4 The Quadruplex, also known as ‘2-inch machines’, were the first video recording machines on magnetic tape, invented by Ampex in 1956. They took up an entire room and were noisy and very expensive to maintain and repair, but they replaced cinema film projected on kinescopes as the only system for television that was not live. By 1975, when ‘Etcétera’ was born, Venezuela's channels had already switched to helical formats such as Sony's U/Matic, but Brazil's Rede Globo, one of the world's largest television networks, still valued its old 2-inch machines very highly and ‘Etcétera’ bought two so that it could provide dubbing services for Brazilian soap operas.

5 In the guild, it is said that Mario Abate, the personal photographer of Venezuelan President Carlos Andrés Pérez, apparently managed to ingratiate himself with the latter and the highest echelons of society in order to obtain contacts and funding.

6 SoftNI's founder created a set of standards for the preparation and transmission of subtitles, and in 1986 the company developed the first PC-based subtitling system. In addition to being a pioneer in this area, this subtitling programme incorporated several technical innovations that made it more attractive to translators and production companies: ease of use, possibility of inserting time codes, smoothing of letter borders (especially in old movies with ‘snow’ in the picture), inclusion of a spell checker and control of parameters such as character count per line, which up to that point was done by eye.

7 The Quantafont was (and still is) a character generator machine made to receive analog video, overlay characters and output that video with the overlay characters, made specifically for subtitling. Before it, the only character generator machine and small graphic images for television channels was the Chyron, an expensive machine that cost hundreds of thousands of dollars. The Chyron was the first to generate characters for the lower thirds of television screens, used primarily for sports programmes. Its use was so important that the word Chyron is still used in many channels as a generic of the texts and images that go in the lower thirds of the screens and it is very common in the television channels all over the world to hear a director ask for ‘a chyron’ about this or that thing meaning an inferior text on the subject. The cost of a chyron generator was such that no one would think of using one just for subtitling. At that time subtitled movies already came with subtitles on the image, either by the method invented by Titra of France or by Bipack or ‘American band’, as it was known in Venezuela. In the 1980s, Quantafont came up with the idea of bringing out a character generator just for subtitling that cost something like the meager sum of $25,000 and generated very recognisable half-square characters on the first Betamax video machines.
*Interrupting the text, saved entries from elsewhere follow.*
// Loads the demo scenario in data/ when the database has no accounts yet.
import { join } from 'node:path';
import { closeDb, createDb } from '../src/db/client';
import { readDemo, seedDemoIfEmpty } from '../src/db/demo/seed-demo';

/** The tables' owner's connection; DATABASE_URL when the app and the migrations share one role. */
const url = process.env.DATABASE_OWNER_URL ?? process.env.DATABASE_URL;
if (!url) throw new Error('DATABASE_OWNER_URL (or DATABASE_URL) is not set');
const db = createDb(url, { max: 1 });
const started = performance.now();
const loaded = await seedDemoIfEmpty(db, readDemo(join(import.meta.dirname, '..', 'data')));
const ms = Math.round(performance.now() - started);
console.log(loaded ? `[tallywood] demo scenario loaded (${ms} ms)` : '[tallywood] database already has data; demo not loaded');
await closeDb(db);
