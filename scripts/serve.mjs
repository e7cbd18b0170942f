// `npm run serve`: serves the built app (dist/, or TALLYWOOD_OUT_DIR). Node built-ins only.
//
// Astro's Node adapter takes the client's address from X-Forwarded-For, and the scheme and host
// from X-Forwarded-Proto/-Host, whoever sends them. Here, before a request reaches Astro, those
// headers survive only when the request comes from a proxy listed in TRUSTED_PROXIES
// (scripts/lib/forwarded.mjs); from anyone else they are removed, so the address the app sees is
// the socket's own.
import { createServer } from 'node:http';
import { join, resolve } from 'node:path';
import { pathToFileURL } from 'node:url';
import { parseTrustedProxies, trustedHeaders } from './lib/forwarded.mjs';

const root = resolve(import.meta.dirname, '..');
const outDir = resolve(root, process.env.TALLYWOOD_OUT_DIR ?? 'dist');
const host = process.env.HOST ?? '127.0.0.1';
const port = Number(process.env.PORT ?? 4321);
const trusted = parseTrustedProxies(process.env.TRUSTED_PROXIES);

// The adapter's own server must not start: this one serves its handler (static files and the app).
// Importing the entry runs the deployment check (src/server/startup.ts), which exits when something is missing.
process.env.ASTRO_NODE_AUTOSTART = 'disabled';
const { handler } = await import(pathToFileURL(join(outDir, 'server', 'entry.mjs')).href);

const server = createServer((req, res) => {
  trustedHeaders(req.headers, req.socket.remoteAddress, trusted);
  handler(req, res);
});

/**
 * Lingering close (RFC 9112 §9.6). A refused upload (413, 415) is answered before its body has
 * arrived, on a connection that then closes. Closing the socket while the client is still sending
 * makes the kernel reset the connection, and the reset can erase the answer before the client reads
 * it. So a closing connection sends its answer and its FIN, then reads and drops whatever still
 * comes, until the client closes its side or for at most two seconds.
 */
const lingerMs = 2000;
server.on('connection', (socket) => {
  socket.destroySoon = function lingeringClose() {
    if (this.writable) this.end();
    this.resume();
    const timer = setTimeout(() => this.destroy(), lingerMs).unref();
    this.once('close', () => clearTimeout(timer));
    this.once('end', () => (this.writableFinished ? this.destroy() : this.once('finish', () => this.destroy())));
  };
});
server.listen(port, host, () => {
  const proxies = trusted.size > 0 ? `forwarded headers only from ${[...trusted].join(', ')}` : 'no forwarded headers';
  console.log(`Tallywood is serving http://${host}:${port} (trusting ${proxies})`);
});
// On SIGINT or SIGTERM: stop taking requests and jobs, let a job being run finish
// (src/server/startup.ts leaves the function that stops the queue), then exit. A second signal exits at once.
let stopping = false;
for (const signal of ['SIGINT', 'SIGTERM']) {
  process.on(signal, async () => {
    if (stopping) process.exit(1);
    stopping = true;
    const closed = new Promise((done) => server.close(done));
    server.closeAllConnections();
    const stopJobs = globalThis[Symbol.for('tallywood.shutdown')];
    try {
      await Promise.all([closed, typeof stopJobs === 'function' ? stopJobs() : undefined]);
    } catch (error) {
      console.error('the job queue did not stop cleanly:', error instanceof Error ? error.message : error);
    }
    process.exit(0);
  });
}
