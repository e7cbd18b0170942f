// `npm start`: everything from a clean clone to a running Tallywood with the demo loaded.
import { readFileSync } from 'node:fs';
import { join } from 'node:path';
import {
  bin, databaseUrls, ensureAppRole, ensureDatabase, ensureDependencies, ensurePostgres, fail, localDir, localSecret, localSigningKey, root, run, say,
  startChild, startCluster, waitForHttp,
} from './lib/setup.mjs';

const port = Number(process.env.PORT ?? 4321);
const pgPort = Number(process.env.TALLYWOOD_PG_PORT ?? 54329);
const smtpPort = Number(process.env.MAIL_CATCHER_SMTP_PORT ?? 2525);
const mailHttpPort = Number(process.env.MAIL_CATCHER_HTTP_PORT ?? 2580);
const paymentsPort = Number(process.env.PAYMENTS_FAKE_PORT ?? 2600);
/** Local mode: this machine only, with the local fakes for what is not configured (src/server/deployment.ts). */
const localMode = !process.env.PUBLIC_HOSTNAME;
const useFakePayments = localMode && !process.env.STRIPE_API_URL;
const started = Date.now();

ensureDependencies();

let stopDatabase = () => {};
/** The app signs in as a role that owns nothing; migrations and the demo run as the tables' owner. */
let databaseUrl = process.env.DATABASE_URL;
let ownerUrl = process.env.DATABASE_OWNER_URL ?? databaseUrl;
if (!databaseUrl) {
  ensurePostgres();
  try {
    stopDatabase = startCluster({ dir: join(localDir, 'pg'), port: pgPort });
    ensureDatabase({ port: pgPort, name: 'tallywood' });
    const password = localSecret('database-password');
    ensureAppRole({ port: pgPort, password });
    const urls = databaseUrls({ port: pgPort, name: 'tallywood', password, dir: join(localDir, 'pg') });
    databaseUrl = urls.app;
    ownerUrl = urls.owner;
  } catch (error) {
    stopDatabase();
    fail(error instanceof Error ? error.message : String(error));
  }
}

const useCatcher = localMode && !process.env.SMTP_URL;
/** The app and the local fakes share it; the fakes' mailbox and test endpoints need it (scripts/lib/local-fake.mjs). */
const localFakesToken = localMode ? localSecret('local-fakes-token') : undefined;
const env = {
  TALLYWOOD_LOCAL_MODE: String(localMode),
  ...(localFakesToken ? { LOCAL_FAKES_TOKEN: localFakesToken } : {}),
  DATABASE_URL: databaseUrl,
  AUTH_SECRET: process.env.AUTH_SECRET ?? localSecret('auth-secret'),
  // Outside local mode the deployment gives its own, or the server refuses to start (src/server/deployment.ts).
  ...(process.env.PERMIT_SIGNING_KEY || localMode ? { PERMIT_SIGNING_KEY: process.env.PERMIT_SIGNING_KEY || localSigningKey('permit-signing-key.pem') } : {}),
  HOST: '127.0.0.1',
  PORT: String(port),
  ...(useCatcher
    ? { MAIL_CATCHER_SMTP_PORT: String(smtpPort), MAIL_CATCHER_HTTP_URL: `http://127.0.0.1:${mailHttpPort}` }
    : {}),
  ...(useFakePayments ? { STRIPE_API_URL: `http://127.0.0.1:${paymentsPort}` } : {}),
};

const children = [];
let stopping = false;
function stop(code = 0) {
  if (stopping) return;
  stopping = true;
  say('stopping…');
  for (const child of children) child.kill('SIGTERM');
  stopDatabase();
  say('stopped; your data is kept in .local/ for the next `npm start`.');
  process.exit(code);
}
process.on('SIGINT', () => stop(0));
process.on('SIGTERM', () => stop(0));

try {
  run(bin('tsx'), ['scripts/migrate.ts'], { env: { ...process.env, ...env, DATABASE_OWNER_URL: ownerUrl } });
  run(bin('tsx'), ['scripts/seed.ts'], { env: { ...process.env, ...env, DATABASE_OWNER_URL: ownerUrl } });
  if (useCatcher) {
    children.push(
      startChild('mail', bin('tsx'), ['scripts/mail-catcher.ts'], {
        MAIL_CATCHER_SMTP_PORT: String(smtpPort),
        MAIL_CATCHER_HTTP_PORT: String(mailHttpPort),
        MAIL_CATCHER_STORE: join(localDir, 'mail'),
        LOCAL_FAKES_TOKEN: localFakesToken,
      }),
    );
  }
  if (useFakePayments) {
    children.push(
      startChild('payments', bin('tsx'), ['scripts/payments-fake.ts'], {
        PAYMENTS_FAKE_PORT: String(paymentsPort),
        PAYMENTS_FAKE_STORE: join(localDir, 'payments'),
        PAYMENTS_WEBHOOK_URL: `http://127.0.0.1:${port}/api/payments/webhook`,
        LOCAL_FAKES_TOKEN: localFakesToken,
      }),
    );
  }
  say('building the app…');
  run(bin('astro'), ['build'], { env: { ...process.env, ...env }, stdio: ['ignore', 'ignore', 'inherit'] });
  const server = startChild('app', 'node', [join(root, 'scripts', 'serve.mjs')], env);
  children.push(server);
  for (const child of children) child.on('exit', (c) => !stopping && (say('a service stopped; shutting down.'), stop(c ?? 1)));
  await waitForHttp(`http://127.0.0.1:${port}/api/health`);
} catch (error) {
  console.error(error instanceof Error ? error.message : error);
  stop(1);
}

/** The demo accounts people.csv lists for the start-up message, one per role. */
function demoAccounts() {
  const [, ...rows] = readFileSync(join(root, 'data', 'demo', 'people.csv'), 'utf8').trim().split(/\r?\n/);
  return rows.map((row) => row.split(',')).filter((cells) => cells[4]).map((cells) => `  ${cells[4].padEnd(10)} ${cells[0]}`);
}

const seconds = ((Date.now() - started) / 1000).toFixed(1);
console.log(`
Tallywood is ready at http://127.0.0.1:${port}  (${seconds} s)
${useCatcher ? `Local mailbox (sign-in links land here): http://127.0.0.1:${port}/mailbox\n` : ''}
Demo accounts (all invented; sign in with the address, then open the mailbox):
${demoAccounts().join('\n')}

Press Ctrl-C to stop. Your data stays in .local/ for the next start.
`);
8 See also note above. Chyron, took out a generator that occupied only two shelves called VP1 that cost about $6,000 and that Video Express decided to modify a little bit to serve as a subtitler and avoid buying a Quantafont that cost four times as much. Daniel Glodschlager said: ‘The VP1 was not designed for that and it did not generate typefaces with eñs or accents, so we convinced a Chyron engineer to burn a typeface chip in extended ascii code, and with the addition of some components we made it work as a subtitler. As a curious detail, several colleagues from Home Video looked for excuses to visit us in our studio to see what equipment we were subtitling with, so we erased Chyron’s logo from the machine and invented a non-existent brand that we stuck on it so that we wouldn’t have to deny access to the studio to friends who visited us’.

9 SoftNI, in addition to being a subtitling programme, has also been widely used as a title editing programme in the television broadcasts of numerous channels, such as HBO.

10 Spanish is a country that allows you to move through an unlimited variety of landscapes without being stopped at any border, a fluid and flexible identity that allows us to be both from many places and from one only (My translation).